Hani daha sekiz yaşındasın.
Çarpım tablosunun kabusun olduğu zamanlar.
Okuldasın. Öğle yemeğinde annenin beslenme çantana koyduğu patatesi yedin. Önlüğünün beyaz yakasını terden sapsarı yapana kadar tepindin arkadaşlarınla.
Hani daha sekiz yaşındasın.
Müdürün gözüne canavar gözüktüğü yıllar.
Öğretmen gelmedi öğleden sonra, eve gitmekti gereken. Fakat daha tatlı geldi saklambaç oynamak.

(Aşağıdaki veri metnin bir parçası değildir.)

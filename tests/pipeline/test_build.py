"""What runs, what is reused, and how a build ends."""

from __future__ import annotations

from typing import Any

from tangentry.pipeline.build import make_plan
from tangentry.pipeline.graph import read_graph

EVERY = sorted(["take", "loud", "judge", "put"] * 3 + ["join"])


def states(record: Any) -> dict[str, str]:
    return {asset.name: asset.state for asset in record.assets}


def test_a_first_build_runs_every_step_once(project):
    record = project.build()

    assert project.calls == EVERY
    assert record.sound and set(states(record).values()) == {"made"}
    assert project.read("made/a.out") == "HELLO A\nHELLO A\n"


def test_a_second_build_runs_nothing(project):
    project.build()

    record = project.build()

    assert project.calls == []
    assert set(states(record).values()) == {"unchanged"} and record.count("reused") == 13


def test_touching_one_prop_reruns_only_its_branch(project):
    project.build()
    project.write("props/b.txt", "good day b\n")

    record = project.build()

    assert project.calls == sorted(["take", "loud", "judge", "put", "join"])
    assert states(record) == {"props/a.txt": "unchanged", "props/b.txt": "made", "props/c.txt": "unchanged"}


def test_a_rerun_that_gives_the_same_value_stops_there(project):
    project.build()
    project.edit("kinds/helper.py", "upper()", "upper().replace('ß', 'SS')")

    project.build()

    assert project.calls == ["loud"] * 3


def test_data_beside_a_module_is_part_of_its_source(project):
    project.write("kinds/helper.txt", "quiet")
    project.edit("kinds/helper.py", "def ", "PLACE = __file__\n\n\ndef ")
    project.build()
    project.write("kinds/helper.txt", "louder")

    project.build()

    assert project.calls == ["loud"] * 3


def test_a_changed_setting_reruns_only_what_is_downstream(project):
    project.build()

    project.build({"times": 3})

    assert project.calls == sorted(["loud", "judge", "put"] * 3 + ["join"])


def test_a_side_file_that_appears_reruns_its_asset(project):
    project.build()
    project.write("props/a.side", "and more\n")

    record = project.build()

    assert states(record)["props/a.txt"] == "made" and project.calls.count("take") == 1
    assert "AND MORE" in project.read("made/a.out")


def test_a_side_file_that_changes_or_goes_reruns_its_asset(project):
    side = project.write("props/a.side", "and more\n")
    project.build()
    side.write_text("and less\n")
    project.build()
    assert project.calls.count("take") == 1 and "AND LESS" in project.read("made/a.out")
    side.unlink()

    project.build()

    assert project.read("made/a.out") == "HELLO A\nHELLO A\n"


def test_one_assets_failure_never_stops_the_others(project):
    project.write("props/b.txt", "broken\n")

    record = project.build()

    assert states(record) == {"props/a.txt": "made", "props/b.txt": "failed", "props/c.txt": "made"}
    assert record.assets[1].errors == ["props/b.txt: word 1: it says broken; write something else"]
    assert "props/b.txt" not in project.read("made/all.out")


def test_a_broken_file_is_not_read_again_until_it_changes(project):
    project.write("props/b.txt", "broken\n")
    project.build()

    assert project.build().assets[1].state == "failed"
    assert project.calls == []


def test_a_nodes_own_fault_is_told_with_its_traceback_and_tried_again(project):
    project.write("props/b.txt", "bug\n")
    record = project.build()
    step = record.assets[1].plain()["steps"][0]

    project.build()

    assert step["error"] == 'node "raw" (take) failed: RuntimeError: a bug of the node\'s own'
    assert "Traceback" in step["detail"] and project.calls == ["take"]


def test_a_faulty_asset_is_held_back(project):
    project.write("props/b.txt", "rude\n")

    record = project.build()

    assert states(record)["props/b.txt"] == "faulty" and not record.sound
    assert not (project.folder / "made/b.out").exists()
    assert [one["id"] for one in record.assets[1].findings] == ["rude"]


def test_what_a_skip_leaves_out_optional_inputs_see_as_nothing(project):
    project.edit("graph.yaml", "text: raw,", "text: raw, other: extra,")
    project.edit(
        "graph.yaml",
        "  said:",
        '  extra:   {node: take, file: "props/{stem}.more", if_missing: skip, log: LOG}\n  said:',
    )
    project.edit("graph.yaml", "LOG", str(project.log))
    project.write("props/a.more", "plus\n")

    record = project.build()

    assert record.sound and "PLUS" in project.read("made/a.out") and "PLUS" not in project.read("made/b.out")


def test_what_needs_a_skipped_value_is_skipped_and_says_so(project):
    project.edit("graph.yaml", 'file: "{file}",', 'file: "{stem}.gone", if_missing: skip,')

    record = project.build()

    told = {step["node"]: (step["state"], step.get("because")) for step in record.assets[0].steps}
    assert told == {
        "raw": ("ran", None),
        "said": ("skipped", "raw"),
        "verdict": ("skipped", "said"),
        "done": ("skipped", "said"),
    }


def test_reasons_are_data(project):
    project.build()
    project.write("props/b.txt", "good day b\n")

    steps = {step["node"]: step for step in project.build({"times": 5}).assets[1].steps}

    assert [reason["text"] for reason in steps["raw"]["reasons"]] == ["file props/b.txt changed"]
    assert steps["said"]["reasons"][0] | {} == {
        "what": "setting",
        "name": "times",
        "before": 2,
        "after": 5,
        "text": "setting times changed 2 -> 5",
    }


def test_stopping_at_the_first_failure_tells_only_of_what_was_reached(project):
    project.write("props/b.txt", "broken\n")

    record = project.build(stop_at_first=True)

    assert states(record) == {"props/a.txt": "made", "props/b.txt": "failed"} and not record.sound
    assert record.stopped == "stopped at the first failure: props/b.txt" and project.calls.count("join") == 0
    project.write("props/b.txt", "hello b\n")
    assert project.build(stop_at_first=True).sound and project.calls.count("take") == 2


def test_planning_sets_nothing_aside(project):
    project.build()
    results = sorted((project.folder / ".tangentry/results").glob("*/*"))
    results[0].write_text("spoilt")

    make_plan(read_graph(project.graph))

    assert results[0].exists() and not (project.folder / ".tangentry/aside").exists()
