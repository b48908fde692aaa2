"""Building again at every save."""

from __future__ import annotations

import subprocess
import sys
import threading
import time

import pytest
from tangentry.pipeline.watch import wait_for_saves

pytest.importorskip("watchfiles")


def saves(project, names, gap: float = 0.01):
    """A thread that saves files in a burst, again and again until it is told to stop: the watch may start late."""
    stop = threading.Event()

    def run() -> None:
        while not stop.wait(1.0):
            for name in names:
                project.write(name, f"words {time.time_ns()}\n")
                stop.wait(gap)

    thread = threading.Thread(target=run)
    thread.start()
    return stop, thread


def test_a_burst_of_saves_counts_as_one(project):
    names = [f"props/{name}.txt" for name in "abc"]
    stop, thread = saves(project, names)
    try:
        folder = project.folder / "props"
        saved = wait_for_saves(
            [folder, *(project.folder / name for name in names)], [], project.folder / "s", time.time()
        )
    finally:
        stop.set()
        thread.join()

    assert saved == [str(project.folder / name) for name in names]


def test_what_was_saved_while_a_build_ran_counts_as_the_next_burst(project):
    prop = project.folder / "props/a.txt"

    assert wait_for_saves([prop], [], project.folder / "s", prop.stat().st_mtime - 1) == [str(prop)]


def test_what_builds_write_themselves_is_no_save(project):
    prop, output, kept = (project.write(name, "x") for name in ("props/a.txt", "made/a.out", "s/ledger"))
    before = prop.stat().st_mtime - 1

    assert wait_for_saves([prop, output, kept], [output], project.folder / "s", before) == [str(prop)]


def test_watching_builds_again_at_a_save_and_ends_at_an_interrupt(project):
    words = [sys.executable, "-u", "-m", "tangentry.pipeline.cli", "build", str(project.graph), "--watch"]
    watching = subprocess.Popen(words, stdout=subprocess.PIPE, stderr=subprocess.PIPE, text=True)
    assert watching.stdout is not None
    told = [watching.stdout.readline() for _ in range(5)]
    project.write("props/b.txt", "good day\n")
    while not told[-1].startswith("3 assets: 1 made"):
        told.append(watching.stdout.readline())
        assert told[-1], told
    watching.send_signal(2)
    _, errors = watching.communicate(timeout=60)

    assert "saved: " in "".join(told) and "props/b.txt" in "".join(told)
    assert watching.returncode == 130 and "Traceback" not in errors and project.read("made/b.out") == "GOOD DAY\n" * 2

Hani daha sekiz yaşındasın.
Babanın herşeyi yapabileceğine inandığın çağlar.
Eve geldin. Annen açtı kapıyı. Sabun kokulu, kolalı beyaz perdeleriniz var. Yemek kokusu doldurmuş evin her bir yanını. Dışarda kar
Hani daha sekiz yaşındasın.
Annenin kanatsız melek olduğunun farkına varmadığın anlar.
Bu ne hal, toz toprak yine üstün başın, abin top oynamaya mı daldı yine? sorunun cevabını vermeye fırsat kalmadan, doğruca banyoyo sokuyor seni.
Hani daha sekiz yaşındasın.
Abinle mahallede gizli gizli övündüğün yıllar.
Haşlanmaktan hallice yıkandın. Ödevin de yok ne hoş. Göz kapaklarına söz geçiremiyorsun. Uyuyorsun. Dışarda kar var.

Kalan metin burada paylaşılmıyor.